Output range, inclusive: from the line containing "struct Judgement" to the line containing "const Evidence* find_evidence(Place". Restate those lines from the data below word for word and only those.

[Saved data entries]
#####
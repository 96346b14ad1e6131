// SPDX-License-Identifier: GPL-3.0-or-later
#pragma once

#include "core/engine/engine.h"
#include "core/reading/reading.h"
#include "core/reading/steadiness.h"

#include <functional>
#include <memory>
#include <optional>
#include <string>
#include <vector>

/// What the program makes of one engine's readings: the whole way from the typed value to the flag.
/// Everything in here can be recomputed at any time from readings, events and engine, and carries
/// `method_version`. Numbers are in the quantity's own unit (`quantity(id).unit`) unless said; a pressure
/// is of the quantity's own kind, whatever kind was typed.
namespace evenstroke {

inline constexpr int method_version = 3;

/// Worst last. A level is always shown as word and mark, never as colour alone.
enum class Level { no_data, learning, quiet, note, ask, watch, act };
std::string level_word(Level level); ///< "watch"

enum class Applied { none, linear, extrapolated, similarity, heating_value, not_correctable };

/// One value on its way: raw, corrected, expected, deviation, apart.
struct JudgedValue
{
    QuantityId quantity = 0;
    Place place;
    std::size_t value_index = 0;     ///< in Reading::values
    double raw = 0.0;                ///< as read, in the quantity's own unit and kind
    std::optional<double> corrected; ///< empty: no coefficients, or a condition missing (`missing_input` says which)
    std::optional<double> expected;  ///< baseline at the typed load
    std::optional<double> deviation; ///< corrected - expected (raw where there is nothing to correct)
    std::optional<double> apart;     ///< deviation - median of the others' deviations
    std::optional<double> uncertainty; ///< half-width at 95 % of the deviation; empty: the instrument's is not known
    Applied applied = Applied::none;
    std::string missing_input;       ///< the condition that was not taken, in words
    bool doubtful = false;           ///< held out of drift until the engineer answers
};

struct Doubt
{
    enum class Verdict { decimal_slip, digits_swapped, unit_slip, cylinders_swapped, implausible, copied, unsteady };
    Verdict verdict = Verdict::implausible;
    std::size_t reading = 0;               ///< index in time order
    std::optional<QuantityId> quantity;    ///< none: all of the place
    std::optional<Place> place;            ///< none: all places
    std::optional<std::string> suggestion; ///< the value probably meant, as it would be typed
    std::string sentence;
};
std::string verdict_name(Doubt::Verdict verdict); ///< "decimal_slip", as in files

struct ReadingJudgement
{
    std::size_t reading = 0; ///< index in Judgement::readings
    Steadiness steadiness = Steadiness::not_judged;
    std::string steadiness_sentence;
    bool poor = false;       ///< the scatter over all cells says that the load was not steady
    std::optional<double> load_percent;
    std::string mode;
    std::vector<JudgedValue> values; ///< walking order
};

/// One point of a trend. Points that were not read are not there.
struct TrendPoint
{
    std::size_t reading = 0;
    double raw = 0.0;
    std::optional<double> corrected, expected, deviation, apart;
    std::optional<double> uncertainty;
    bool unsteady = false; ///< hollow on plots
    bool doubtful = false; ///< crossed on plots
    int stretch = 0;       ///< counts up at recorded work: comparable points share it
};

/// One quantity at one place over time.
struct Trend
{
    QuantityId quantity = 0;
    Place place;
    std::vector<TrendPoint> points;
    Level level = Level::no_data; ///< now
    int learned = 0, needed = 8;  ///< usable readings since the last work
    std::optional<double> usual_low, usual_high; ///< of `apart` (cylinders) or `deviation` (engine): own level +- 2 noise
    bool own_level = false; ///< `expected` is its own usual level, since the baseline does not speak of it
    std::optional<double> noise;  ///< one standard deviation, the engine's own
    std::optional<std::size_t> current_start; ///< reading at which the present stretch began
};

/// Evidence for a change at one subject, reading by reading.
struct Evidence
{
    Place place;                               ///< a cylinder, or the engine
    std::vector<std::optional<double>> amount; ///< one a reading; none where nothing could be said
    double threshold = 0.0;
};

struct MovedQuantity
{
    QuantityId quantity = 0;
    double amount = 0.0;   ///< a month (ramp) or once (step), in the unit of the deviation
    double strength = 0.0; ///< in standard deviations
    bool percent = false;  ///< the amount is per cent of the baseline
};

struct TimeToLimit
{
    double limit = 0.0; ///< in the unit of the deviation, from the cylinder's own level
    std::string limit_text;
    std::optional<double> months_5, months_50, months_95; ///< none: not within ten years
};

/// What people on board said of one flag or question. Notes are only added, never changed; of several about one
/// flag the newest counts. A note takes nothing out of the record: it says that somebody has looked.
struct FlagNote
{
    enum class Said : unsigned char {
        seen,    ///< known and dealt with; the flag comes up again on new evidence
        no_work, ///< the answer to a question: no work was done, so the change is the engine's
        withdrawn ///< what was said before counts no more
    };
    std::string id;
    Place subject;          ///< a cylinder, or the engine
    TimePoint flagged_at{}; ///< of the reading that raised the flag
    Said said = Said::seen;
    double evidence = 0.0;  ///< of the flag when it was said
    Level level = Level::quiet; ///< of the flag when it was said
    std::string words;      ///< "fuel valve changed, looked at again next month"
    std::string event_id;   ///< work that it is tied to; empty: none
    TimePoint written_at{};
    std::string who;
};

/// A flag or a question. It starts once and is never taken back; it may close.
struct Flag
{
    std::size_t reading = 0;        ///< whose evidence first passed the threshold
    Place subject;                  ///< a cylinder, or the engine
    QuantityId quantity = 0;        ///< the one that moved most
    Level severity = Level::watch;  ///< when it started: watch, act or ask
    Level level_now = Level::quiet; ///< at the last reading
    std::optional<std::size_t> raised_at; ///< reading at which a standing flag rose to `level_now`; none: it did not rise
    std::string pattern;            ///< catalogue name of the signature, empty for a single quantity
    std::string pattern_words;      ///< "blow-by (rings or exhaust valve)"
    bool ramp = false;
    TimePoint since{};              ///< estimated onset
    double months = 0.0;            ///< from onset to the last reading that carries it
    std::vector<MovedQuantity> moved; ///< strongest first
    double evidence = 0.0, threshold = 0.0; ///< at the last reading that carries it
    std::string sentence;           ///< what moved, how much, since when, compared with what: as known now
    std::string first_sentence;     ///< the same as it stood when the flag started: later readings never change it
    QuantityId first_quantity = 0;  ///< the one that had moved most then
    std::string chance_sentence;    ///< how likely by chance
    std::string first_chance_sentence; ///< the same as it stood when the flag started
    std::string next_check;         ///< what to look at
    std::vector<std::string> cautions; ///< catalogue names, most urgent first
    std::optional<TimeToLimit> time_to_limit;
    bool absolute_limit = false;    ///< raised by a limit of the maker, not by drift
    std::vector<std::size_t> carrying; ///< readings from the onset on
    std::optional<FlagNote> note;   ///< what was last said of it, if anything that still counts
    bool reopened = false;          ///< new evidence came after it was seen
    /// Somebody has looked, and nothing new has come since.
    bool seen() const { return note && note->said == FlagNote::Said::seen && !reopened; }
};

/// Everything the judging needs about one engine.
struct EngineRecord
{
    Vessel vessel;
    Engine engine;
    std::vector<Reading> readings; ///< closed ones, in order of time, the ship's shared values merged in
    std::vector<Event> events;     ///< in order of time; whole-ship ones included
    std::vector<FlagNote> notes;   ///< in the order in which they were written
};

struct Judgement
{
    int version = method_version;
    std::shared_ptr<const EngineRecord> record;
    std::vector<ReadingJudgement> readings; ///< same order as record->readings
    std::vector<Trend> trends;              ///< walking order, then place
    std::vector<Evidence> evidence;         ///< one a cylinder, then the engine
    std::vector<Flag> flags;                ///< in order of their start
    std::vector<Doubt> doubts;              ///< in order of reading
    Level level = Level::no_data;           ///< the worst of now

    const Trend* find_trend(QuantityId quantity, Place place) const;
    const Evidence* find_evidence(Place place) const;
    /// Flags that stand at the last reading: first those that nobody has seen to; worst first, then the strongest.
    std::vector<const Flag*> standing_flags() const;
    Level level_of(Place subject) const;
};

/// Judges all readings of one engine, causally: what later readings bring changes no earlier row.
/// A cancelled run (the callback answers false) gives an empty judgement with level no_data.
Judgement judge(std::shared_ptr<const EngineRecord> record, const std::function<bool()>& go_on = {});

/// What to say of one typed value of a draft, with the readings before it.
struct ValueOpinion
{
    enum class Verdict { nothing_to_compare, usual, unlikely, impossible, doubtful };
    std::optional<double> previous;  ///< the same place at the last reading, own unit
    std::optional<double> expected;  ///< raw value with which the deviation would be the place's own usual one
    std::optional<double> usual_low, usual_high; ///< raw values inside the usual scatter
    Verdict verdict = Verdict::nothing_to_compare;
    std::optional<std::string> suggestion; ///< the value probably meant, in the typed unit
    std::optional<std::string> second_suggestion; ///< what else it may be: the same number in yet another unit
    std::string sentence;                  ///< empty where there is nothing to say
};
struct DraftOpinion
{
    std::vector<ValueOpinion> values; ///< one for each value of the draft, same order
    std::vector<std::string> between; ///< relations between values that look wrong, a sentence each
    Steadiness steadiness = Steadiness::not_judged;
    std::string steadiness_sentence;
    std::vector<Doubt> doubts;        ///< of the whole draft: rows in another unit, exchanged cylinders
};
/// @param draft  the values may be partly filled; a value without a number still gets previous and expected
DraftOpinion judge_draft(const Judgement& history, const Reading& draft);

} // namespace evenstroke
#####
_Reply to the task_.
struct Judgement
{
    int version = method_version;
    std::shared_ptr<const EngineRecord> record;
    std::vector<ReadingJudgement> readings; ///< same order as record->readings
    std::vector<Trend> trends;              ///< walking order, then place
    std::vector<Evidence> evidence;         ///< one a cylinder, then the engine
    std::vector<Flag> flags;                ///< in order of their start
    std::vector<Doubt> doubts;              ///< in order of reading
    Level level = Level::no_data;           ///< the worst of now

    const Trend* find_trend(QuantityId quantity, Place place) const;
    const Evidence* find_evidence(Place place) const;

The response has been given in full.